Supervisor-Worker: The Orchestration Pattern That Scales AI Agent Teams
One agent plans and delegates. Many agents execute. Here's how to build it without losing control.
Why single agents stop scaling
A single agent handling a complex task hits three walls simultaneously: the context window fills up, the instructions become contradictory, and debugging becomes impossible. When one agent is responsible for research, analysis, code generation, testing, and documentation, it does all of them poorly.

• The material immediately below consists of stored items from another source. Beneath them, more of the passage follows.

/// Where the time of `StudyModel::build` goes (the modal model with and without residual
/// flexibility), and what the design's refinement did (its own counters).
fn design_breakdown(run: &DesignRun, n: usize) -> Res<()> {
    let sm = &run.sm;
    let study = run.structure.study.as_ref().ok_or("no study")?;
    let mut coords: Vec<Coordinate> = Vec::new();
    for f in &study.excitation {
        coords.push(Coordinate { node: f.node, direction: f.direction.unit, rotational: false });
    }
    for r in &study.response_points {
        coords.push(Coordinate { node: r.node, direction: r.direction.unit, rotational: false });
    }
    for c in &sm.candidates {
        coords.push(Coordinate { node: c.node, direction: c.direction.unit, rotational: false });
    }
    let zeta = study.modal_damping_ratio;
    let (t_res, _) = repeat(n, || Ok(ModalModel::build(&run.system, &run.modes, &coords, zeta, true)?))?;
    let (t_nores, _) = repeat(n, || Ok(ModalModel::build(&run.system, &run.modes, &coords, zeta, false)?))?;
    let r = run.design.refinement;
    println!(
        "breakdown (diagnostic; {} coordinates in the modal model, {} grid frequencies over the band):\n",
        coords.len(),
        sm.grid_hz.len()
    );
    print_table(
        &["part", "median [ms]", "min [ms]"],
        &[
            vec![
                "StudyModel::build: ModalModel::build with residual flexibility".into(),
                ms(t_res.median),
                ms(t_res.min),
            ],
            vec![
                "StudyModel::build: ModalModel::build without residual flexibility".into(),
                ms(t_nores.median),
                ms(t_nores.min),
            ],
        ],
    );
    println!(
        "refinement: {} Nelder-Mead iterations; objective after / closed-form start = {:.4}\n",
        r.iterations, r.objective_ratio
    );
    Ok(())
}

fn main() -> Res<()> {
    antinode::solver::init();
    // `cargo bench` passes `--bench`; this harness takes no arguments.
    let n = reps();
    println!(
        "# antinode pipeline benchmark: {n} runs per measurement, {} hardware threads, \
         RAYON_NUM_THREADS={}\n",
        std::thread::available_parallelism().map_or(0, |p| p.get()),
        std::env::var("RAYON_NUM_THREADS").unwrap_or_else(|_| "(unset)".into())
    );
    let only = std::env::var("ANTINODE_BENCH_ONLY").unwrap_or_default();
    if only.is_empty() || only == "frame" {
        frame(n)?;
    }
    if only.is_empty() || only == "shaft" {
        shaft(n)?;
    }
    if only.is_empty() || only == "tube" {
        tube(n)?;
    }
    Ok(())
}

The supervisor-worker pattern solves this by splitting responsibilities. One agent — the supervisor — handles planning, delegation, and synthesis. Multiple agents — the workers — each handle one specific task. The supervisor never writes code. The workers never plan. This separation is what makes the pattern scale.
Anthropic's research confirms the approach: multi-agent architectures outperform single-agent systems by 90.2%. The gain comes from specialization. A worker agent with a focused system prompt, limited tools, and a narrow objective consistently outperforms a general-purpose agent given the same subtask.
Anatomy of the pattern
The supervisor
The supervisor's job is three things:
Task decomposition. Given a high-level objective ("Review this pull request for security, performance, and style issues"), the supervisor breaks it into discrete tasks: "Check for SQL injection vulnerabilities," "Identify N+1 query patterns," "Verify naming conventions match the style guide." Each task is a self-contained work unit.
Worker selection. Not every task goes to every worker. The supervisor matches tasks to workers based on their specialization. A security worker gets security tasks. A style worker gets style tasks. This matching can be static (predefined routing rules) or dynamic (the supervisor reads worker descriptions and decides at runtime).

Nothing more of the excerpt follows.